In a report published Monday, HRW said the bill would allow authorities to cut targeted exiles off from passport renewals and other consular services, block access to state digital platforms, freeze assets in Russia and limit their ability to manage property or finances from abroad. HRW said independent media and experts have described the proposal as a law on exiles’ “civic death.”

The measure would apply to Russians living abroad who have been convicted or are subject to final administrative rulings under offenses that have become central to Russia’s post-2022 crackdown on dissent. Reporting cited by HRW and Russian outlets says those offenses include “discrediting” the armed forces, violating “foreign agent” rules, involvement with a banned “undesirable” organization, calling for sanctions against Russia and actions authorities characterize as undermining the country’s territorial integrity.

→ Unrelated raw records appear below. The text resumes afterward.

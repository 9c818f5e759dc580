"""A real attenuator for the instruments' tests: a separate process with a log of every command."""

from __future__ import annotations

import socket
import subprocess
import sys
import time
from collections.abc import Callable, Iterator
from contextlib import ExitStack
from dataclasses import dataclass
from pathlib import Path

import pytest

PROGRAM = Path(__file__).with_name("attenuator.py")


@dataclass(frozen=True)
class Bench:
    """An attenuator that runs: where it is, and what it was told."""

    where: str  # port, or name of a terminal
    log: Path
    process: subprocess.Popen[str]

    @property
    def resource(self) -> str:
        if self.where.isdigit():
            return f"TCPIP::127.0.0.1::{self.where}::SOCKET"
        return f"ASRL{self.where}::INSTR"

    def commands(self) -> list[str]:
        """Every line that it received, in order."""
        return [line.partition(" ")[2] for line in self.log.read_text().splitlines()]

    def settings(self) -> list[float]:
        return [float(line[4:]) for line in self.commands() if line.startswith("ATT ")]

    def fault(self, name: str, value: object) -> None:
        """Turn a fault on while it runs."""
        command = f"FAULT {name} {value}".strip()
        told = self.commands().count(command)
        with socket.create_connection(("127.0.0.1", int(self.where))) as connection:
            connection.sendall(f"{command}\n".encode())
            ends = time.monotonic() + 30
            while self.commands().count(command) == told:
                assert time.monotonic() < ends, "the attenuator did not take the fault"
                time.sleep(0.01)

    def keys(self, **changed: object) -> dict[str, object]:
        """Its section in a profile."""
        keys: dict[str, object] = {
            "resource": self.resource,
            "backend": "@py",
            "quantity": "attenuation",
            "unit": "dB",
            "limits": [0, 95],
            "safe": 95,
            "set": "ATT {value:.1f}",
            "read": "ATT?",
            "error_queue": "SYST:ERR?",
            "tolerance": 0.05,
            "timeout_s": 1.0,
        }
        return {key: value for key, value in (keys | changed).items() if value is not None}


StartAttenuator = Callable[..., Bench]


@pytest.fixture
def attenuator(tmp_path: Path) -> Iterator[StartAttenuator]:
    """Start an attenuator, with options of its program as keywords."""
    with ExitStack() as stack:

        def start(**options: object) -> Bench:
            log = tmp_path / f"attenuator-{len(list(tmp_path.iterdir()))}.log"
            arguments = [
                f"--{name.replace('_', '-')}" + ("" if value is True else f"={value}")
                for name, value in options.items()
            ]
            process = subprocess.Popen(
                [sys.executable, str(PROGRAM), f"--log={log}", *arguments], stdout=subprocess.PIPE, text=True
            )
            stack.callback(stop, process)
            assert process.stdout is not None
            return Bench(process.stdout.readline().strip(), log, process)

        yield start


def stop(process: subprocess.Popen[str]) -> None:
    process.kill()
    process.wait()
    assert process.stdout is not None
    process.stdout.close()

The practical effects would extend well beyond criminal punishment. According to HRW, OVD-Info and Russian press summaries, the draft would allow authorities to suspend or deny consular services, including passport renewals and notary services; block access to government digital services such as Gosuslugi, the state’s online portal for public services, and electronic signature tools; ban actions carried out through power of attorney; freeze bank accounts, assets and property in Russia; disable remote banking; restrict property registration and transfers; and place those targeted in a public registry. Reporting on the draft says Russia’s Prosecutor General’s Office would apply the measures and publish the registry.

HRW said the draft was prepared by the State Duma’s special parliamentary commission “On Investigation of Foreign Interference in Russia’s Internal Affairs,” chaired by lawmaker Vasily Piskaryov. The proposal is not a new idea: OVD-Info and RBC reported that a closely related package with the same core restrictions passed the Duma in its first reading on Dec. 18, 2025.

Piskaryov has presented the legislation as a response to Western countries refusing Russian extradition requests and sheltering people officials describe as anti-Russian campaigners. In comments quoted by OVD-Info on Dec. 18, he made the bill’s coercive aim explicit: “We envisage these restrictions so that a person who is supposed to be serving a prison sentence will not want to live abroad and enjoy the benefits of civilisation: their desire to return to Russia should be much stronger than their desire to stay abroad. That is the ideology we wanted to embed in this bill.”

HRW said the proposal would deepen Russia’s campaign against exiled critics by extending pressure into ordinary civil and economic life. That broader crackdown has accelerated since Russia’s full-scale invasion of Ukraine in 2022, with expanded use of “foreign agent,” “undesirable organization” and army “discrediting” laws against activists, journalists and other critics.

The consular provisions are especially significant because they reach basic functions that people abroad rely on to maintain legal identity and handle routine affairs. Under the Vienna Convention on Consular Relations, consulates issue passports and travel documents and perform notarial acts. Suspending those services could affect not only exiles’ day-to-day lives but also interactions with authorities in the countries where they live.

If the Duma takes up the draft on May 26 as HRW reported, it would mark the next step in legislation designed to make exile itself more punitive — not by adding a new criminal case, but by cutting targeted Russians off from documents, services and property needed to function across borders.